Mariano Ponce was born in Baliuag, Bulacan, on March 22, 1863, the eldest of the seven children of Mariano Ponce and Maria Collantes de los Santos. He had his early schooling in his home town and finished his secondary education in the private school of Juan Evangelista, Hugo Ilagan and Escolastico Salandanan in Manila.
Afterwards, he enrolled at the college of San Juan de Letran where he obtained his Bachiller en Artes in 1885. Then he transferred to the Sto Tomas University to study medicine. In 1887, he left for Europe and registered at the Central University of Madrid, where he finished his medical degree in 1889.
He joined Jose Rizal, Marcelo H. del Pilar, Lopez Jaena, and other patriots in the crusade for the needed Philippine reforms. He assisted Lopez Jaena in founding La Solaridad in Barcelona on February 12, 1889. He headed the Literary Section of the Asociacion Hispano-Filipina, a society of Liberal Spaniards and Filipinos, founded to help the Propaganda Movement, of which he was elected Secretary. As managing editor, he wrote regularly for La Solidaridad on history, politics, sociology and travel under various pseudonyms, some of which were Naning, Kalipulako, and Tigbalang.
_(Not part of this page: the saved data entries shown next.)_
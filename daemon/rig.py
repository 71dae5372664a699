"""The rig: one device, one processing thread, the capture pipeline end to end.

    link (its own process) ─► Decoder ─► Acquirer ─► check_hit ─► Session ─► Store

The processing thread owns the decoder, the acquirer, the session and every field of
the rig; other threads (the CLI, the HTTP service, the event loop) never read those
fields. They act through `call`, which queues a command and waits for its result, and
read `view()`: a frozen `RigView` the processing thread publishes whole, under a lock,
after every command and every item it processes. Observers get every outcome as a plain
event, on the processing thread.
"""

from __future__ import annotations

import logging
import queue
import threading
import time
from collections.abc import Callable
from typing import Any

from taprig.firmware_protocol import (
    DeviceInfo,
    DeviceInfoReceived,
    FrameEncoder,
    Gap,
    IndexReset,
    ProtocolViolation,
    SampleBlock,
    StatusReceived,
)

from . import resume, stages, tally
from .capture.acquire import Acquirer
from .capture.hits import check_hit
from .capture.link import LinkChange, LinkState
from .capture.session import HitOutcome, Session, no_session
from .capture.spectra import single_average_warning
from .config import Config
from .display import last_hit_view
from .errors import DiskLowError, SessionError, TaprigError
from .owner import Owner
from .records import GridPoint, HitRecord, PointSet, RovingMode
from .rigstate import RigEvent, RigStats, RigView, hit_fields
from .room import Room
from .store import Store

log = logging.getLogger(__name__)

DISK_CHECK_S = 1.0  # seconds between looks at the data folder's free space
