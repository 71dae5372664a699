/*
 * taprig_link.h - portable C reference of the taprig device link, device side.
 *
 * What it is for
 *   A firmware author drops taprig_link.h and taprig_link.c into a
 *   microcontroller project to speak the byte protocol of PROTOCOL.md
 *   (version 1) to the taprig host: it builds the frames a device sends
 *   (INFO, DATA, STATUS, ACK) into a caller buffer and parses the COMMAND
 *   frames the host sends, one byte at a time, straight from a UART/USB
 *   receive interrupt or a main-loop poll. C99, no heap, no I/O, nothing
 *   beyond <stdint.h>, <stddef.h> and <string.h>; byte order and float layout
 *   of the device do not matter (fields are packed byte by byte, floats are
 *   copied into a uint32_t with memcpy and must be IEEE-754 binary32).
 *
 * How a firmware uses it (one outgoing counter, one parser; names are yours)
 *   static trl_rx_t rx; static trl_seq_t tx; trl_rx_event_t ev; trl_rx_kind_t k;
 *   trl_rx_init(&rx); trl_seq_init(&tx, 0);            // once at power-up
 *   for (k = trl_rx_push(&rx, byte, &ev); k != TRL_RX_NONE; k = trl_rx_poll(&rx, &ev)) {
 *       trl_ack_t a = trl_ack_for(&ev, ev.opcode == TRL_OP_PING ? ev.argument : 0u);
 *       send(f, trl_encode_ack(f, sizeof f, &tx, &a)); if (k == TRL_RX_COMMAND) act(&ev); }
 *   (`byte` is each received byte, `f` a uint8_t buffer of TRL_ACK_FRAME_SIZE or more.)
 *   Every frame encoder returns the frame length, or 0 (nothing to send) when
 *   the arguments break the protocol's limits or the buffer is too small; the
 *   counter `tx` advances only when a frame was produced, so pass the same
 *   trl_seq_t to every encoder of the outgoing direction.
 *
 * Limits
 *   - The parser holds at most TRL_RX_BUFFER_SIZE (32) bytes, so it takes
 *     frames with payloads of up to 18 bytes: every COMMAND (4 or 8 bytes) and
 *     any short frame. A header announcing a longer payload is counted in
 *     `oversize` and passed over like a failed header check (its bytes count
 *     as skipped); those frames are never for a device anyway.
 *   - One pushed byte can complete up to two events (after a failed candidate
 *     the buffered bytes are scanned again, so no later intact frame is lost):
 *     always drain with trl_rx_poll until it returns TRL_RX_NONE.
 *   - A DATA frame carries at most TRL_DATA_MAX_FRAMES(C, B) sample frames
 *     (8192-byte payload), e.g. 681 for 4 channels of int24.
 *   - The parser answers nothing itself: opcode-specific rules (SET_RATE only
 *     while stopped, the allowed rates) are the firmware's, sent as an ACK
 *     with TRL_ACK_BUSY or TRL_ACK_BAD_ARGUMENT.
 *   - CRCs use 16-entry nibble tables (64 + 32 bytes of const data, two table
 *     steps per byte). Define TRL_CRC_BITWISE when compiling taprig_link.c for
 *     the table-free loop (8 shift/xor steps per byte, smallest flash): on an
 *     x86-64 host it was 2 times slower at -O2 and 10 times at -Os; budget for
 *     the CRC-32 of every byte streamed (about 0.6 MB/s for 4 channels of
 *     int24 at 51.2 kHz) before choosing it.
 *   - Not reentrant per object: one trl_rx_t per link, used from one context.
 */
#ifndef TAPRIG_LINK_H
#define TAPRIG_LINK_H

#include <stddef.h>
#include <stdint.h>

#ifdef __cplusplus
extern "C" {
#endif

/* ---- envelope and payload sizes (PROTOCOL.md sections 1 to 3) ---------- */

#define TRL_PROTOCOL_VERSION 1u
#define TRL_MAGIC0 0xE7u
#define TRL_MAGIC1 0x19u
#define TRL_HEADER_SIZE 10u  /* magic, version, type, seq, length, hcheck */
#define TRL_TRAILER_SIZE 4u  /* CRC-32 */
#define TRL_OVERHEAD 14u
#define TRL_MAX_PAYLOAD 8192u
#define TRL_MAX_FRAME (TRL_MAX_PAYLOAD + TRL_OVERHEAD)
#define TRL_MAX_CHANNELS 16u
#define TRL_TEXT_SIZE 16u  /* device_id and firmware fields, NUL-padded */
#define TRL_MIN_RATE_MILLI_HZ 1000ul        /* 1 Hz */
#define TRL_MAX_RATE_MILLI_HZ 1000000000ul  /* 1 MHz */

#define TRL_INFO_FIXED_SIZE 40u
#define TRL_INFO_CHANNEL_SIZE 8u
#define TRL_DATA_HEADER_SIZE 12u
#define TRL_STATUS_SIZE 16u
#define TRL_ACK_SIZE 8u

/* Whole-frame sizes in bytes, for sizing transmit buffers. */
#define TRL_INFO_FRAME_SIZE(c) (TRL_OVERHEAD + TRL_INFO_FIXED_SIZE + TRL_INFO_CHANNEL_SIZE * (c))
#define TRL_DATA_FRAME_SIZE(n, c, b) (TRL_OVERHEAD + TRL_DATA_HEADER_SIZE + (n) * (c) * (b))
#define TRL_STATUS_FRAME_SIZE (TRL_OVERHEAD + TRL_STATUS_SIZE)
#define TRL_ACK_FRAME_SIZE (TRL_OVERHEAD + TRL_ACK_SIZE)
/* Most sample frames of c channels, b bytes per sample, in one DATA frame. */
#define TRL_DATA_MAX_FRAMES(c, b) ((TRL_MAX_PAYLOAD - TRL_DATA_HEADER_SIZE) / ((c) * (b)))

typedef enum {
    TRL_TYPE_INFO = 0x01,
    TRL_TYPE_DATA = 0x02,
    TRL_TYPE_STATUS = 0x03,
    TRL_TYPE_ACK = 0x04,
    TRL_TYPE_COMMAND = 0x81
} trl_frame_type_t;

typedef enum {
    TRL_FMT_INT16 = 1,   /* 2 bytes per sample */
    TRL_FMT_INT24 = 2,   /* 3 bytes, packed */
    TRL_FMT_INT32 = 3,   /* 4 bytes */
    TRL_FMT_FLOAT32 = 4  /* 4 bytes, IEEE-754 binary32, volts */
} trl_format_t;

typedef enum {
    TRL_OP_START = 0x01,
    TRL_OP_STOP = 0x02,
    TRL_OP_SET_RATE = 0x03, /* argument: u32 rate in milli-Hz */
    TRL_OP_PING = 0x04,     /* argument: u32 nonce */
    TRL_OP_IDENTIFY = 0x05
} trl_opcode_t;

typedef enum {
    TRL_ACK_OK = 0,
    TRL_ACK_UNKNOWN_COMMAND = 1,
    TRL_ACK_BAD_ARGUMENT = 2,
    TRL_ACK_BUSY = 3
} trl_ack_result_t;

#define TRL_STATE_IDLE 0u
#define TRL_STATE_STREAMING 1u

/* Bytes per sample of a format; 0 for a value that is not a format. */
size_t trl_format_size(trl_format_t format);

/* ---- CRCs (parameters in PROTOCOL.md section 1) -------------------------- */

/* CRC-16/XMODEM of the 8 header bytes. Incremental: start from crc = 0 and
 * pass each result on; there is no final step. */
uint16_t trl_crc16_xmodem_update(uint16_t crc, const void *data, size_t len);
uint16_t trl_crc16_xmodem(const void *data, size_t len);

/* CRC-32/ISO-HDLC (the zlib / Ethernet CRC-32), incremental so a firmware can
 * CRC a frame while it streams out:
 *   uint32_t s = trl_crc32_init(); s = trl_crc32_update(s, p, n); ...;
 *   crc = trl_crc32_final(s);  */
uint32_t trl_crc32_init(void);
uint32_t trl_crc32_update(uint32_t state, const void *data, size_t len);
uint32_t trl_crc32_final(uint32_t state);
uint32_t trl_crc32(const void *data, size_t len);

/* ---- little-endian byte packing ----------------------------------------- */

void trl_put_le16(uint8_t *p, uint16_t v);
void trl_put_le32(uint8_t *p, uint32_t v);
void trl_put_le64(uint8_t *p, uint64_t v);
uint16_t trl_get_le16(const uint8_t *p);
uint32_t trl_get_le32(const uint8_t *p);

/* ---- outgoing frame counter --------------------------------------------- */

/* seq of the next frame sent in the device -> host direction; +1 per frame,
 * wrapping 65535 -> 0. The frame encoders take it and advance it. */
typedef struct {
    uint16_t next;
} trl_seq_t;

void trl_seq_init(trl_seq_t *tx, uint16_t first);
uint16_t trl_seq_peek(const trl_seq_t *tx);
/* Return the current value and advance (for frames built by hand). */
uint16_t trl_seq_take(trl_seq_t *tx);

/* ---- frame encoders ------------------------------------------------------ */
/* All write a complete frame to out[0 .. cap) and return its length in bytes,
 * or 0 when it does not fit in cap or an argument is outside the protocol's
 * limits; after a 0 the contents of out are unspecified and tx is unchanged. */

/* Envelope header for a frame built by hand (e.g. a DATA frame streamed by
 * DMA): magic, version 1, type, seq, length and its CRC-16, 10 bytes. */
void trl_put_header(uint8_t out[TRL_HEADER_SIZE], uint8_t type, uint16_t seq, uint16_t length);

/* Any frame type: copies `payload` (which may already sit at out + 10) and
 * adds header and CRC-32. len <= TRL_MAX_PAYLOAD. */
size_t trl_encode_frame(uint8_t *out, size_t cap, trl_seq_t *tx, uint8_t type,
                        const uint8_t *payload, size_t len);

typedef struct {
    float full_scale_v; /* volts at the positive full-scale code, finite and > 0 */
    uint8_t adc_bits;   /* 1 .. bits of the format (16, 24, 32; 24 for float32) */
} trl_channel_t;

typedef struct {
    uint8_t channels;       /* C, 1 .. 16 */
    trl_format_t format;
    uint32_t rate_milli_hz; /* sample rate x 1000, TRL_MIN_RATE_MILLI_HZ .. TRL_MAX_RATE_MILLI_HZ */
    const char *device_id;  /* NUL-terminated ASCII, at most 16 characters; NULL = empty */
    const char *firmware;   /* likewise */
    trl_channel_t channel[TRL_MAX_CHANNELS]; /* the first `channels` entries are sent */
} trl_info_t;

/* INFO frame: TRL_INFO_FRAME_SIZE(channels) bytes; protocol_version is 1. */
size_t trl_encode_info(uint8_t *out, size_t cap, trl_seq_t *tx, const trl_info_t *info);

/* DATA frame of integer codes: `codes` holds frames x channels int32 values,
 * sample frame major (frame 0 channel 0, frame 0 channel 1, ...). format is
 * TRL_FMT_INT16, _INT24 or _INT32; a code outside the container's range
 * (-32768..32767, -8388608..8388607) makes it return 0. first_sample is the
 * index of the first sample frame since START. */
size_t trl_encode_data(uint8_t *out, size_t cap, trl_seq_t *tx, uint64_t first_sample,
                       uint8_t channels, trl_format_t format, const int32_t *codes,
                       size_t frames);

/* DATA frame of float32 samples in volts, same layout as trl_encode_data. */
size_t trl_encode_data_f32(uint8_t *out, size_t cap, trl_seq_t *tx, uint64_t first_sample,
                           uint8_t channels, const float *volts, size_t frames);

typedef struct {
    uint64_t sample_index;  /* index of the next sample frame to be sent */
    uint16_t overload_mask; /* bit c: channel c reached full scale since the last STATUS */
    uint8_t state;          /* TRL_STATE_IDLE or TRL_STATE_STREAMING */
    uint32_t overruns;      /* cumulative device-side buffer overruns since power-up */
} trl_status_t;

size_t trl_encode_status(uint8_t *out, size_t cap, trl_seq_t *tx, const trl_status_t *status);

typedef struct {
    uint8_t opcode; /* opcode of the command answered */
    uint8_t result; /* trl_ack_result_t */
    uint16_t tag;   /* tag of the command answered */
    uint32_t value; /* PING: the nonce; SET_RATE: the rate set (milli-Hz); otherwise 0 */
} trl_ack_t;

size_t trl_encode_ack(uint8_t *out, size_t cap, trl_seq_t *tx, const trl_ack_t *ack);

/* ---- COMMAND parser (receiver rules of PROTOCOL.md section 1) ------------ */

#define TRL_RX_BUFFER_SIZE 32u
#define TRL_RX_MAX_PAYLOAD (TRL_RX_BUFFER_SIZE - TRL_OVERHEAD) /* 18 */

typedef enum {
    TRL_RX_NONE = 0,    /* nothing ready: feed more bytes */
    TRL_RX_COMMAND = 1, /* an intact, well-formed command: act on it, ACK with result OK */
    TRL_RX_REFUSED = 2  /* an intact COMMAND frame to refuse: ACK with ev.result */
} trl_rx_kind_t;

typedef struct {
    uint16_t seq;      /* frame counter of the COMMAND frame */
    uint8_t opcode;    /* as received (may be an unknown value when refused) */
    uint8_t result;    /* ACK result to send: TRL_ACK_OK, _UNKNOWN_COMMAND or _BAD_ARGUMENT */
    uint16_t tag;      /* to echo in the ACK (0 when the payload is too short to hold one) */
    uint32_t argument; /* SET_RATE: rate in milli-Hz, PING: nonce; otherwise 0 */
} trl_rx_event_t;

typedef struct {
    uint32_t header_crc_errors; /* header check failed where the last good frame said one starts */
    uint32_t frame_crc_errors;  /* header good, CRC-32 failed */
    uint32_t skipped;           /* bytes passed over while looking for a frame */
    uint32_t frames_ok;         /* intact frames of any type */
    uint32_t frames_lost;       /* jumps of the frame counter between intact frames */
    uint32_t ignored;           /* intact frames not for a device: other type or version */
    uint32_t oversize;          /* good headers announcing more than TRL_RX_MAX_PAYLOAD */
} trl_rx_stats_t;

typedef struct {
    uint8_t buf[TRL_RX_BUFFER_SIZE]; /* candidate frame, starting at a magic */
    uint8_t len;                     /* bytes held in buf */
    uint8_t scanned;                 /* bytes of buf already examined */
    uint8_t need;                    /* frame length once the header passed, else 0 */
    uint8_t aligned;                 /* buf[0] is where the last good frame said the next starts */
    uint8_t have_seq;
    uint16_t last_seq;
    trl_rx_stats_t stats;
} trl_rx_t;

void trl_rx_init(trl_rx_t *rx);
/* Forget the framing state (after a reconnect); counters are kept. */
void trl_rx_reset(trl_rx_t *rx);
/* Hand the parser one received byte. Returns the first event it completes
 * (filled into *ev), or TRL_RX_NONE. Then call trl_rx_poll until TRL_RX_NONE. */
trl_rx_kind_t trl_rx_push(trl_rx_t *rx, uint8_t byte, trl_rx_event_t *ev);
/* Next event from bytes already held, or TRL_RX_NONE. */
trl_rx_kind_t trl_rx_poll(trl_rx_t *rx, trl_rx_event_t *ev);
/* Buffer form: takes bytes of data[0 .. len) until an event is ready, sets
 * *used to the bytes taken and returns the event; returns TRL_RX_NONE (with
 * *used == len) only when everything was taken and nothing is pending:
 *   while ((k = trl_rx_feed(&rx, p, n, &used, &ev)) != TRL_RX_NONE) {
 *       p += used; n -= used; handle(k, &ev); }  */
trl_rx_kind_t trl_rx_feed(trl_rx_t *rx, const uint8_t *data, size_t len, size_t *used,
                          trl_rx_event_t *ev);

/* The ACK answering ev: its opcode, tag and result; value as given for a
 * command, 0 for a refused one. */
trl_ack_t trl_ack_for(const trl_rx_event_t *ev, uint32_t value);

#ifdef __cplusplus
}
#endif

#endif /* TAPRIG_LINK_H */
When the revolution broke out in 1896, he was imprisoned in Barcelona for 48 hours on suspicion of having connections with the uprising. In 1898, Aguinaldo appointed him as diplomatic representative of the First Republic to Japan where he met his Japanese wife, Okiyo Udanwara. While enrooted to China to visit his old friend, Dr. Sun Yat-Sen, whose biography he published in 1914, he died in the Civil Hospital in Hong Kong, on May 23, 1918. His remains are now in the Cementerio del Norte, Manila.